# Texas Outboard / Outboard Shops



## coconutgroves (Sep 23, 2013)

What area of Texas are you in? You may have to source your engine out of state and get it shipped, but even then, people are waiting 6 months+ or more right now. Incredible. I got a Tohatsu 50 new last March and luckily got it delivered in 4 weeks from order. That isn't the case now.

@Smackdaddy53 runs a Maverick with a 70 and is located in TX. He's a good guy to give you some advice for your setup. Think he is a on a 2 stroke, but knows how the F70 performs on this boat.

Personally, I'd go with the F70 - it is 250 lbs compared the Tohatsu 60 220 lbs (regular shaft). The reason to go with the Tohatsu would be if you needed a short shaft.


----------



## RiggedUp (Oct 22, 2020)

I live in Austin, buddy lives in Houston, but boat will be living in La Grange (halfway between Austin and Houston) - so we have pretty wide geographic coverage. 

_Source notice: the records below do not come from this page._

package gen

import (
	"math"

	"pgregory.net/rapid"
)

// specialMagnitudes are the sizes of the angles at which rotation gates
// become Cliffords, identities or their negatives, simplest first so that
// shrinking, which lowers the index, ends on the simplest one that still
// fails. A sign is drawn for each.
var specialMagnitudes = []float64{0, math.Pi / 4, math.Pi / 2, 3 * math.Pi / 4, math.Pi, 2 * math.Pi, 4 * math.Pi}

// tinyBases are the angles a tiny angle is close to.
var tinyBases = []float64{0, 2 * math.Pi, -2 * math.Pi}

// Tiny offsets are 10^−e for tinyExponents values of e from 5.
const tinyExponents = 11

// Kinds of angle, with their weights out of 8. Order matters: shrinking moves
// toward kind 0.
const (
	angleSpecial    = iota // ± one of specialMagnitudes
	angleContinuous        // uniform on (−2π, 2π)
	angleTiny              // a tiny base plus or minus 10^−e, 5 ≤ e ≤ 15
)

var angleWeights = []int{angleSpecial: 4, angleContinuous: 3, angleTiny: 1}

// angleSteps is the size of the one integer every angle is built from. It is
// a multiple of 7 (special magnitudes) and of 33 (tiny bases × exponents), so
// each kind reads its fields from it without bias; continuous angles are
// multiples of 2π/angleSteps, a step below 5e-10.
const angleSteps = 7 * 3 * tinyExponents * (1 << 26)

// Angle returns a generator of rotation angles in radians that reaches the
// values where compiler bugs hide. Half of the draws are special angles (0,
// ±π/4, ±π/2, ±3π/4, ±π, ±2π, ±4π; 0 twice as often as each other), three
// in eight are continuous (uniform on (−2π, 2π) in steps below 5e-10), and one
// in eight is tiny: ±10^−e with 5 ≤ e ≤ 15 added to 0 or to ±2π, where a pass
// that rounds angles or treats rz(2π) as the identity shows itself. A failing
// angle shrinks toward 0, then through the special angles in the order
// listed, positive before negative.
func Angle() *rapid.Generator[float64] {
	return rapid.Custom(drawAngle)
}

// drawAngle draws a kind, one integer and a sign, whatever the kind, so that
// when shrinking changes the kind the draws that follow keep their meaning.
func drawAngle(t *rapid.T) float64 {
	kind := drawWeighted(t, angleWeights)
	v := drawBelow(t, angleSteps)
	negative := bit.Draw(t, "negative")
	var theta float64
	switch kind {
	case angleSpecial:
		theta = specialMagnitudes[v%len(specialMagnitudes)]
	case angleContinuous:
		theta = 2 * math.Pi * float64(v) / angleSteps
	default:
		delta := math.Pow(10, -float64(5+v%tinyExponents))
		if negative {
			delta = -delta
		}
		return tinyBases[v/tinyExponents%len(tinyBases)] + delta
	}
	if negative {
		theta = -theta
	}
	return theta
}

Yikes - that's a long time. Do you mind expanding on what would sway you toward the F70 over the Tohatsu?


----------



## Smackdaddy53 (Dec 31, 2012)

RiggedUp said:


> I live in Austin, buddy lives in Houston, but boat will be living in La Grange (halfway between Austin and Houston) - so we have pretty wide geographic coverage.
> 
> Yikes - that's a long time. Do you mind expanding on what would sway you toward the F70 over the Tohatsu?


The HPX-T transom and tunnel was designed for a 20” shaft outboard. The F70 has 10 more horsepower for not much more weight and is a great power plant for this hull.


----------



## coconutgroves (Sep 23, 2013)

RiggedUp said:


> I live in Austin, buddy lives in Houston, but boat will be living in La Grange (halfway between Austin and Houston) - so we have pretty wide geographic coverage.
> 
> Yikes - that's a long time. Do you mind expanding on what would sway you toward the F70 over the Tohatsu?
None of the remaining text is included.